TASK DESCRIPTION — The records below must be duplicated exactly, character for character.

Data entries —
def draw_study_figure(
    study: Any, *, mark: tuple[float, float] | None = None, unit: str | None = None, coupling_scale: float | None = None,
    coupling_unit: str | None = None, figure_format: str = "png", dpi: int = 100,
) -> Figure:
    """The figure of a side study (a ``ValidityMap`` or ``PhotonBoundaries``), as :func:`draw_figure` draws it.

    It needs the study alone, so it can be drawn as soon as the study is done
    (e.g. on a worker process, while the main check still runs).  ``mark`` and
    ``unit``: the design point and energy unit of a validity map;
    ``coupling_scale``/``coupling_unit``: the second coupling axis of a
    photon-number figure (the model's physical coupling).
    """
    from .photons import PhotonBoundaries

    ext = figure_format
    fig, ax = _new_figure()
    if isinstance(study, PhotonBoundaries):
        phys = {} if coupling_scale is None else {"coupling_scale": coupling_scale, "coupling_unit": coupling_unit}
        _plots_module().plot_photon_boundaries(study, ax=ax, **phys)
        name, caption = "photons", study.summary()
    else:
        from .maps_plot import plot_validity_map

        plot_validity_map(study, ax=ax, mark=mark, mark_label="design point", unit=unit)
        name, caption = "validity-map", study.caption()
    return Figure(f"{name}.{ext}", caption, _render(fig, fmt=ext, dpi=dpi), ext)


def _physical(report: CheckReport) -> dict:
    """``coupling_scale``/``coupling_unit`` of the model checked, when it has them (keywords for the plots)."""
    m = report.source_model
    scale = getattr(m, "coupling_scale", None)
    if scale is None:
        return {}
    return {"coupling_scale": scale, "coupling_unit": getattr(m, "coupling_unit", None)}


def _levels_of(model: Model, key: Any) -> list[int]:
    return list(key.resolve(model)) if isinstance(key, Quantity) else [int(key)]


def _slug(name: str, i: int) -> str:
    keep = "".join(ch if ch.isascii() and ch.isalnum() else "-" for ch in name).strip("-")
    while "--" in keep:
        keep = keep.replace("--", "-")
    return f"{i + 1}-{keep}" if keep else f"{i + 1}"


def _judged_indices(report: CheckReport) -> list[int]:
    """Indices into ``report.comparison.orders`` of the orders judged (in the order asked)."""
    specs = list(dict.fromkeys(v.order for v in report.verdicts))
    return [report.comparison.orders.index(o) for o in specs]


def _plots_module() -> Any:
    try:
        import ptcheck.plots as plots  # noqa: PLC0415
    except ImportError:
        return None
    return plots


def _fallback_error_figure(report: CheckReport, figure_format: str = "png") -> Figure:
    """|error| of every order judged against λ, log scale, with the tolerance and λ*."""
    comp = report.comparison
    s = report.settings
    rel = s["rtol"] is not None
    thr = s["rtol"] if rel else s["tol"]
    errs = comp.rel_error if rel else comp.abs_error
    judged = _judged_indices(report)
    from matplotlib.figure import Figure as MplFigure

    fig = MplFigure(figsize=(10.0, 5.625), layout="constrained")
    ax = fig.add_subplot()
    x = np.abs(comp.couplings)
    srt = np.argsort(x)
    for ti, t in enumerate(comp.targets):
        for oi in judged:
            y = np.asarray(errs[ti, oi], dtype=float)[srt]
            y = np.where(y > 0, y, np.nan)
            ax.plot(x[srt], y, marker=".", label=f"{t}, {comp.order_names[oi]}")
    ax.axhline(thr, color="k", linestyle="--", linewidth=1.2, label=f"tolerance {thr:g}")
    ax.axvline(abs(s["coupling"]), color="0.4", linewidth=1.2, label=f"your |λ| = {abs(s['coupling']):g}")
    for b in report.boundaries:
        if b.status == "found":
            ax.axvline(abs(b.coupling), color="C3", linestyle=":", linewidth=1)
    ax.set_yscale("log")
    ax.set_xlabel("|coupling λ|")
    ax.set_ylabel("relative error" if rel else "absolute error (energy units)")
    ax.set_title(f"{comp.model_name}: error against the coupling (dotted: validity boundaries λ*)")
    ax.grid(True, color="#DDDDDD")
    ax.legend(fontsize=8)
    return Figure(f"errors.{figure_format}", "Error of each judged order against |λ|; dashed: tolerance; dotted: validity "
                  "boundaries.", _render(fig, fmt=figure_format), figure_format)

TASK SOLUTION —
def draw_study_figure(
    study: Any, *, mark: tuple[float, float] | None = None, unit: str | None = None, coupling_scale: float | None = None,
    coupling_unit: str | None = None, figure_format: str = "png", dpi: int = 100,
) -> Figure:
    """The figure of a side study (a ``ValidityMap`` or ``PhotonBoundaries``), as :func:`draw_figure` draws it.

    It needs the study alone, so it can be drawn as soon as the study is done
    (e.g. on a worker process, while the main check still runs).  ``mark`` and
    ``unit``: the design point and energy unit of a validity map;
    ``coupling_scale``/``coupling_unit``: the second coupling axis of a
    photon-number figure (the model's physical coupling).
    """
    from .photons import PhotonBoundaries

    ext = figure_format
    fig, ax = _new_figure()
    if isinstance(study, PhotonBoundaries):
        phys = {} if coupling_scale is None else {"coupling_scale": coupling_scale, "coupling_unit": coupling_unit}
        _plots_module().plot_photon_boundaries(study, ax=ax, **phys)
        name, caption = "photons", study.summary()
    else:
        from .maps_plot import plot_validity_map

        plot_validity_map(study, ax=ax, mark=mark, mark_label="design point", unit=unit)
        name, caption = "validity-map", study.caption()
    return Figure(f"{name}.{ext}", caption, _render(fig, fmt=ext, dpi=dpi), ext)


def _physical(report: CheckReport) -> dict:
    """``coupling_scale``/``coupling_unit`` of the model checked, when it has them (keywords for the plots)."""
    m = report.source_model
    scale = getattr(m, "coupling_scale", None)
    if scale is None:
        return {}
    return {"coupling_scale": scale, "coupling_unit": getattr(m, "coupling_unit", None)}


def _levels_of(model: Model, key: Any) -> list[int]:
    return list(key.resolve(model)) if isinstance(key, Quantity) else [int(key)]


def _slug(name: str, i: int) -> str:
    keep = "".join(ch if ch.isascii() and ch.isalnum() else "-" for ch in name).strip("-")
    while "--" in keep:
        keep = keep.replace("--", "-")
    return f"{i + 1}-{keep}" if keep else f"{i + 1}"


def _judged_indices(report: CheckReport) -> list[int]:
    """Indices into ``report.comparison.orders`` of the orders judged (in the order asked)."""
    specs = list(dict.fromkeys(v.order for v in report.verdicts))
    return [report.comparison.orders.index(o) for o in specs]


def _plots_module() -> Any:
    try:
        import ptcheck.plots as plots  # noqa: PLC0415
    except ImportError:
        return None
    return plots


def _fallback_error_figure(report: CheckReport, figure_format: str = "png") -> Figure:
    """|error| of every order judged against λ, log scale, with the tolerance and λ*."""
    comp = report.comparison
    s = report.settings
    rel = s["rtol"] is not None
    thr = s["rtol"] if rel else s["tol"]
    errs = comp.rel_error if rel else comp.abs_error
    judged = _judged_indices(report)
    from matplotlib.figure import Figure as MplFigure

    fig = MplFigure(figsize=(10.0, 5.625), layout="constrained")
    ax = fig.add_subplot()
    x = np.abs(comp.couplings)
    srt = np.argsort(x)
    for ti, t in enumerate(comp.targets):
        for oi in judged:
            y = np.asarray(errs[ti, oi], dtype=float)[srt]
            y = np.where(y > 0, y, np.nan)
            ax.plot(x[srt], y, marker=".", label=f"{t}, {comp.order_names[oi]}")
    ax.axhline(thr, color="k", linestyle="--", linewidth=1.2, label=f"tolerance {thr:g}")
    ax.axvline(abs(s["coupling"]), color="0.4", linewidth=1.2, label=f"your |λ| = {abs(s['coupling']):g}")
    for b in report.boundaries:
        if b.status == "found":
            ax.axvline(abs(b.coupling), color="C3", linestyle=":", linewidth=1)
    ax.set_yscale("log")
    ax.set_xlabel("|coupling λ|")
    ax.set_ylabel("relative error" if rel else "absolute error (energy units)")
    ax.set_title(f"{comp.model_name}: error against the coupling (dotted: validity boundaries λ*)")
    ax.grid(True, color="#DDDDDD")
    ax.legend(fontsize=8)
    return Figure(f"errors.{figure_format}", "Error of each judged order against |λ|; dashed: tolerance; dotted: validity "
                  "boundaries.", _render(fig, fmt=figure_format), figure_format)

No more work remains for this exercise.